Kinder lassen sich mit dem AR-Spiel Harry Potter: Wizards Unite (für iOS und für Android) begeistern. Und mit der App Quiverfür iOS und für Android) können Eltern vorgedruckte Ausmalbilder auf dem Smartphone-Bildschirm zum Leben erwecken.

Woraus besteht die Erde? Die Augmented Reality-App Jigspace (nur für iOS) ist eine Lern-App, mit der sich vor allem virtuelle Gegenstände aus den Bereichen Naturwissenschaft, Medizin und Erfindungen in der eigenen Wohnung darstellen lassen.
Woraus besteht die Erde?
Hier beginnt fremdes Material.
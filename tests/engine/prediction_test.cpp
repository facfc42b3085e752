// Pricing new rows (engine/prediction.h): the arithmetic against the textbook formulas of
// simple regression (common practice) and a published t table value; the fitted rows priced
// again reproduce ComputeDiagnostics (fitted values, leverages); every flag on a row built
// for it and absent on ordinary rows; the evaluator's header and cell errors.
// Data: invented, from a fixed seed; the true model is known to the test.

#include <gtest/gtest.h>

#include <cmath>
#include <cstdio>
#include <limits>
#include <numeric>
#include <random>
#include <sstream>
#include <string>
#include <vector>

#include "stepledger/engine/column_source.h"
#include "stepledger/engine/data_pass.h"
#include "stepledger/engine/design.h"
#include "stepledger/engine/errors.h"
#include "stepledger/engine/fit.h"
#include "stepledger/engine/prediction.h"
#include "stepledger/engine/profile.h"
#include "support/row_diagnostics.h"
#include "support/test_paths.h"
#include "support/test_random.h"
#include "support/term_specs.h"

namespace stepledger {
namespace {

double Relative(double a, double b) { return std::abs(a - b) / std::max(std::abs(b), 1e-300); }

std::string Number(double value) {
  char buffer[40];
  std::snprintf(buffer, sizeof buffer, "%.17g", value);
  return buffer;
}

using testing::Categorical;
using testing::Log;
using testing::Numeric;
using testing::Power;
using testing::Product;

// A model fitted through the real pipeline (profile, design, factor pass, refined fit,
// diagnostics) plus what pricing needs, computed here from the fitted rows.
struct Fitted {
  std::filesystem::path data;
  DataProfile profile;
  Design design;
  FitResult fit;
  std::vector<RowDiagnostic> diagnostics;  ///< every row, file order
  PricingModel model;
};

Fitted FitAll(const std::filesystem::path& data, const DesignSpec& spec) {
  Fitted fitted;
  fitted.data = data;
  const CsvOptions csv;
  fitted.profile = ProfileCsv(data, csv);
  fitted.design = BuildDesign(spec, fitted.profile);
  const PassResult pass = RunFactorPass(data, fitted.design, PassOptions{});
  std::vector<std::size_t> terms(fitted.design.terms.size());
  std::iota(terms.begin(), terms.end(), std::size_t{0});
  const RowReplay replay = FileRowReplay(data, fitted.design, csv);
  fitted.fit = FitModel(pass.factor, fitted.design, terms, FitOptions{}, &replay);
  fitted.diagnostics = testing::DiagnoseEveryRow(fitted.fit, fitted.design, replay);

  PricingModel& model = fitted.model;
  model.design = fitted.design;
  model.fit = fitted.fit;
  for (std::size_t column : fitted.fit.columns) model.column_names.push_back(fitted.design.columns[column].name);
  // Ranges of the numeric, log and power terms' design values and the largest unit leverage,
  // recomputed here from the rows (what the audit records).
  std::vector<double> low(fitted.design.terms.size(), std::numeric_limits<double>::infinity()), high(fitted.design.terms.size(), -std::numeric_limits<double>::infinity());
  std::vector<double> weights;
  ForEachUsedRow(data, fitted.design, csv, [&](const UsedRow& row) {
    for (std::size_t t = 0; t < fitted.design.terms.size(); ++t) {
      const double value = row.x[fitted.design.terms[t].first_column];
      low[t] = std::min(low[t], value);
      high[t] = std::max(high[t], value);
    }
    weights.push_back(row.weight);
  });
  for (std::size_t t = 0; t < fitted.design.terms.size(); ++t) {
    const TermKind kind = fitted.design.terms[t].kind;
    if (kind == TermKind::kNumeric || kind == TermKind::kLog || kind == TermKind::kPower) {
      model.ranges.push_back({fitted.design.terms[t].name, low[t], high[t]});
    }
  }
  double max_unit = 0;
  double smearing = 0;
  for (std::size_t i = 0; i < weights.size(); ++i) {
    const RowDiagnostic& row = fitted.diagnostics[i];
    max_unit = std::max(max_unit, row.leverage / weights[i]);
    smearing += std::exp(std::sqrt(weights[i]) * row.residual);
  }
  model.max_unit_leverage = max_unit;
  if (spec.response_transform == ResponseTransform::kLog) model.smearing_factor = smearing / weights.size();
  return fitted;
}

std::vector<PredictedRow> PriceFile(const Predictor& predictor, const std::filesystem::path& rows,
                                    const std::vector<std::string>& missing = {"", "NA"}) {
  CsvOptions csv;
  csv.missing_tokens = missing;
  CsvReader reader(rows, csv);
  PredictionRowEvaluator evaluator(predictor.design(), reader);
  std::vector<PredictedRow> priced;
  CsvRecord record;
  while (reader.Next(record)) priced.push_back(predictor.Predict(evaluator.Evaluate(record)));
  return priced;
}

// ---- simple regression: textbook formulas ----------------------------------------------------

TEST(Prediction, SimpleRegressionMatchesTheTextbookFormulas) {
  // Common practice (any regression text): for y = a + b x with n rows,
  //   se_mean = s sqrt(1/n + (x0 - xbar)^2 / Sxx),  se_obs = s sqrt(1 + 1/n + (x0 - xbar)^2 / Sxx).
  testing::TempDir scratch;
  testing::TestRandom random(5);
  std::ostringstream csv;
  csv << "x,y\n";
  std::vector<double> xs, ys;
  for (int i = 0; i < 20; ++i) {
    const double x = random.Uniform(0, 10);
    const double y = 3 + 0.5 * x + random.Normal();
    xs.push_back(x);
    ys.push_back(y);
    csv << Number(x) << "," << Number(y) << "\n";
  }
  const auto data = scratch.Write("data.csv", csv.str());
  DesignSpec spec;
  spec.response = "y";
  spec.terms = {Numeric("x", "x")};
  const Fitted fitted = FitAll(data, spec);

  const double n = 20;
  const double xbar = std::accumulate(xs.begin(), xs.end(), 0.0) / n;
  double sxx = 0;
  for (double x : xs) sxx += (x - xbar) * (x - xbar);
  const double s = *fitted.fit.criteria.sigma;

  PredictionOptions options;
  options.level = 0.95;
  const Predictor predictor(fitted.model, options);
  // Published t table (any statistics handbook): t(0.975; 18) = 2.1009 (4 decimals).
  ASSERT_TRUE(predictor.t_quantile());
  EXPECT_NEAR(*predictor.t_quantile(), 2.1009, 5e-5);

  const auto rows = scratch.Write("rows.csv", "x\n0\n5\n7.25\n10\n");
  const std::vector<PredictedRow> priced = PriceFile(predictor, rows);
  ASSERT_EQ(priced.size(), 4u);
  const double x0s[] = {0, 5, 7.25, 10};
  for (std::size_t i = 0; i < 4; ++i) {
    const double x0 = x0s[i];
    const PredictedRow& row = priced[i];
    ASSERT_TRUE(row.priced());
    const double expected_prediction = fitted.fit.beta(0) + fitted.fit.beta(1) * x0;
    EXPECT_LT(Relative(*row.prediction, expected_prediction), 1e-13);
    const double h0 = 1 / n + (x0 - xbar) * (x0 - xbar) / sxx;
    EXPECT_LT(Relative(*row.leverage, h0), 1e-12) << x0;
    EXPECT_LT(Relative(*row.se_mean, s * std::sqrt(h0)), 1e-12) << x0;
    const double t = *predictor.t_quantile();
    EXPECT_LT(Relative(row.ci->high - *row.prediction, t * s * std::sqrt(h0)), 1e-12);
    EXPECT_LT(Relative(*row.prediction - row.ci->low, t * s * std::sqrt(h0)), 1e-12);
    EXPECT_LT(Relative(row.pi->high - *row.prediction, t * s * std::sqrt(1 + h0)), 1e-12);
    EXPECT_FALSE(row.back) << "no back-transform without a logged response";
    EXPECT_EQ(row.line, i + 2);
    EXPECT_EQ(row.row_index, i);
  }
  // 0 and 10 lie outside the fitted x range (uniform on (0, 10) leaves some room at the ends).
  EXPECT_TRUE(priced[0].Has(PredictionFlag::kOutsideRange));
  EXPECT_TRUE(priced[3].Has(PredictionFlag::kOutsideRange));
  EXPECT_TRUE(priced[1].flags.empty()) << priced[1].Detail();
  EXPECT_TRUE(priced[2].flags.empty()) << priced[2].Detail();
  EXPECT_NE(priced[0].Detail().find("outside-range: x = 0 outside ["), std::string::npos)
      << priced[0].Detail();
  // A higher level gives a wider interval (common practice).
  options.level = 0.99;
  const Predictor wider(fitted.model, options);
  const std::vector<PredictedRow> wide = PriceFile(wider, rows);
  EXPECT_GT(wide[1].ci->high - wide[1].ci->low, priced[1].ci->high - priced[1].ci->low);
}

// ---- a rich weighted model: the fitted rows again ---------------------------------------------

// y = 2 + 0.8 a - 0.3 b + 1.5 ln d + 0.05 a^2 + [g=q] 1 - [g=r] 0.5 + 0.2 a [g=q] + e / sqrt(w);
// b is a + small noise (strongly correlated with a).
std::string RichCsv(std::uint64_t seed, int rows) {
  testing::TestRandom random(seed);
  std::ostringstream csv;
  csv << "id,a,b,d,g,w,y\n";
  for (int i = 0; i < rows; ++i) {
    const double a = random.Uniform(0, 10);
    const double b = a + 0.2 * random.Normal();
    const double d = random.Uniform(1, 50);
    const int level = static_cast<int>(random.Uniform(0, 3));
    const char g = "pqr"[level];
    const double w = random.Uniform(0.5, 2);
    const double y = 2 + 0.8 * a - 0.3 * b + 1.5 * std::log(d) + 0.05 * a * a + (g == 'q' ? 1 + 0.2 * a : 0) -
                     (g == 'r' ? 0.5 : 0) + 0.4 * random.Normal() / std::sqrt(w);
    csv << "L" << i << "," << Number(a) << "," << Number(b) << "," << Number(d) << "," << g << ","
        << Number(w) << "," << Number(y) << "\n";
  }
  return csv.str();
}

DesignSpec RichSpec() {
  DesignSpec spec;
  spec.response = "y";
  spec.weights = "w";
  spec.terms = {Numeric("a", "a"), Numeric("b", "b"), Log("ld", "d"), Power("a2", "a", 2),
                Categorical("g", "g", "p"), Product("a:g", "a", "g")};
  return spec;
}

TEST(Prediction, FittedRowsReproduceTheDiagnostics) {
  testing::TempDir scratch;
  const auto data = scratch.Write("data.csv", RichCsv(17, 150));
  const Fitted fitted = FitAll(data, RichSpec());
  const Predictor predictor(fitted.model);
  const std::vector<PredictedRow> priced = PriceFile(predictor, data);
  ASSERT_EQ(priced.size(), fitted.diagnostics.size());
  for (std::size_t i = 0; i < priced.size(); ++i) {
    const PredictedRow& row = priced[i];
    const RowDiagnostic& diagnostic = fitted.diagnostics[i];
    ASSERT_TRUE(row.priced()) << row.Detail();
    EXPECT_EQ(row.line, diagnostic.line);
    // Same code path (LinearPredictor, UnitLeverage): equal to the last bit.
    EXPECT_EQ(*row.prediction, diagnostic.fitted) << "line " << row.line;
    EXPECT_LT(Relative(*row.leverage * row.weight, diagnostic.leverage), 1e-15) << "line " << row.line;
    // Every fitted row lies within the fitted ranges and at or below the largest leverage.
    EXPECT_TRUE(row.flags.empty()) << "line " << row.line << ": " << row.Detail();
  }
}

// ---- flags --------------------------------------------------------------------------------------

class PredictionFlags : public ::testing::Test {
 protected:
  void SetUp() override {
    data_ = scratch_.Write("data.csv", RichCsv(23, 200));
    fitted_ = FitAll(data_, RichSpec());
  }
  std::vector<PredictedRow> Price(const std::string& rows_csv) {
    const Predictor predictor(fitted_.model);
    return PriceFile(predictor, scratch_.Write("rows.csv", rows_csv));
  }
  testing::TempDir scratch_;
  std::filesystem::path data_;
  Fitted fitted_;
};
Die Augmented Reality-App Jigspace (nur für iOS) ist eine Lern-App, mit der sich vor allem virtuelle Gegenstände aus den Bereichen Naturwissenschaft, Medizin und Erfindungen in der eigenen Wohnung darstellen lassen. © PR | pr

Über Google-Suche: Tiere virtuell in die Wohnung holen

Augmented Reality (AR) lässt sich auch ohne spezielle App erleben. Die allseits bekannte Google-Suche auf dem Smartphone beispielsweise unterstützt erweiterte Realität bei einer Auswahl an Suchbegriffen. Das klappt in der Praxis sehr gut und umfasst zahlreiche lebende und Urzeit-Tiere, Planeten oder Anatomie-Begriffe. Alle möglichen Suchbegriffe findet man in dieser Google-Übersichtsliste.
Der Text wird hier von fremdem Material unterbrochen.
def _table_cells(line: str, delimiter: str, decimal: str, numbers: str) -> list[object]:
    """A table line as cells: numbers as numeric cells, or every cell as the text written."""
    cells: list[object] = []
    for text in line.split(delimiter):
        if numbers == "numeric" and text and text[0] in "+-0123456789.,":
            cells.append(fifteen_digits(float(text.replace(decimal, "."))))
        else:
            cells.append(text or None)
    return cells


def fifteen_digits(value: float) -> float:
    """``value`` rounded to 15 significant digits (survives every binary64 round trip)."""
    return float(f"{value:.15g}")


def stored_as_cells(export: Export) -> list:
    """The export's expected runs with values as numeric cells hold them (15 digits)."""
    import dataclasses

    rounded = np.vectorize(lambda v: v if np.isnan(v) else fifteen_digits(v), otypes=[float])
    return [dataclasses.replace(run, values=rounded(run.values)) for run in export.runs]


def export_rows(export: Export, delimiter: str, decimal: str, *, numbers: str, layout: str) -> list[list[object]]:
    """The generated export as sheet rows: row n holds line n (so line numbers stay valid)."""
    table_lines: set[int] = set()
    metadata_lines: set[int] = set()
    for run in export.runs:
        n_rows = run.values.shape[0]
        table_lines.update([run.header_line, *range(run.data_first_line, run.data_first_line + n_rows)])
        metadata_lines.update(range(run.first_line, run.first_line + len(run.metadata)))
    rows = []
    for number, line in enumerate(export.lines, 1):
        if not line:
            rows.append([])
        elif number in table_lines:
            rows.append(_table_cells(line, delimiter, decimal, numbers))
        elif number in metadata_lines:
            rows.append(_metadata_cells(line, layout))
        else:
            rows.append([line])
    return rows


def write_workbook(path: Path, sheets: dict[str, list[list[object]]]) -> Path:
    """A workbook with one sheet per entry; row n of the list is sheet row n."""
    wb = openpyxl.Workbook()
    wb.remove(wb.active)
    for title, rows in sheets.items():
        ws = wb.create_sheet(title)
        for r, row in enumerate(rows, 1):
            for c, value in enumerate(row, 1):
                if value is not None:
                    ws.cell(row=r, column=c, value=value)
    wb.save(path)
    return path


def read_book(path: Path) -> list[RawRun]:
    return sp.read(path, ImportContext())


def strip_sheet(runs: list[RawRun], title: str) -> list[RawRun]:
    """Runs without the ``sheet`` metadata key the importer adds (checked to be ``title``)."""
    import dataclasses

    out = []
    for run in runs:
        assert run.metadata[sp.SHEET_KEY] == title
        out.append(dataclasses.replace(run, metadata={k: v for k, v in run.metadata.items() if k != sp.SHEET_KEY}))
    return out


@pytest.mark.parametrize("layout", ["one-cell", "two-cells"])
@pytest.mark.parametrize("numbers", ["numeric", "text"])
@pytest.mark.parametrize("n_runs", [1, 3])
@pytest.mark.parametrize("delimiter,decimal", DIALECTS, ids=lambda v: repr(v))
def test_dialect_matrix_through_a_workbook(tmp_path: Path, delimiter: str, decimal: str, n_runs: int,
                                           numbers: str, layout: str) -> None:
    """The text generator's exports, written into a sheet, give the runs the text gives.

    Numbers as numeric cells (exact: float repr, IEEE 754) or as the very text of the file
    (decimal comma included); metadata as one cell or as key and value cells (common
    practice); row n holds line n, so the expected line numbers are the expected rows.
    """
    seed = zlib.crc32(repr((delimiter, decimal, n_runs, "xlsx")).encode())
    export = make_export(seed, delimiter=delimiter, decimal=decimal, encoding="utf-8", n_runs=n_runs)
    rows = export_rows(export, delimiter, decimal, numbers=numbers, layout=layout)
    path = write_workbook(tmp_path / "export.xlsx", {"Flow curves": rows})
    runs = read_book(path)
    expected = stored_as_cells(export) if numbers == "numeric" else export.runs
    assert_runs(strip_sheet(runs, "Flow curves"), expected)


FLOW_STUDY_TOML = '''[study]
title = "Workbook and text give the same tables"

[geometries.cone50]
type = "cone_plate"
radius = "25 mm"
cone_angle = "1 deg"
'''


def _flow_export(delimiter: str, decimal: str) -> str:
    """Two runs: instrument values, and torque and speed on the cone (power-law fluid)."""
    # 15 significant digits: numeric cells written by openpyxl read back exactly (see above)
    rate = np.array([fifteen_digits(g) for g in np.geomspace(0.5, 200, 14)])
    eta = np.array([fifteen_digits(e) for e in 4.0 * rate ** -0.45])  # Pa·s
    text = ["sample: HC-2611", "temperature: 25 °C", "operator: R. Okafor",
            delimiter.join(["Shear rate [1/s]", "Viscosity [mPa·s]", "Status"])]
    text += [delimiter.join([repr(float(g)).replace(".", decimal), repr(fifteen_digits(e * 1000)).replace(".", decimal), "ok"])
             for g, e in zip(rate, eta)]
    omega = rate * np.radians(1.0)  # γ̇ = Ω/α on a cone (Macosko 1994, ch. 5, from memory)
    torque = 2 * np.pi * 0.025 ** 3 * eta * rate / 3  # M = 2πR³τ/3
    omega = np.array([fifteen_digits(w) for w in omega])
    torque = np.array([fifteen_digits(m * 1e6) for m in torque]) / 1e6
    text += ["", "sample: HC-2612", "geometry: cone50",
             delimiter.join(["Speed [rad/s]", "Torque [µN·m]"])]
    text += [delimiter.join([repr(float(w)).replace(".", decimal), repr(fifteen_digits(m * 1e6)).replace(".", decimal)])
             for w, m in zip(omega, torque)]
    return "\n".join(text) + "\n"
Der Weg zu den 3D-Modellen ist einfach: Nach Eintippen der Suchanfrage taucht in den Suchergebnissen eine Infobox auf. Darin tippt man auf den Knopf „In 3D ansehen“. Um das 3D-Modell im die eigene Umgebung zu übertragen, genügt ein Tipp auf „Bei mir ansehen“. Unterstützt werden viele Smartphones ab Android 7 oder iOS 11.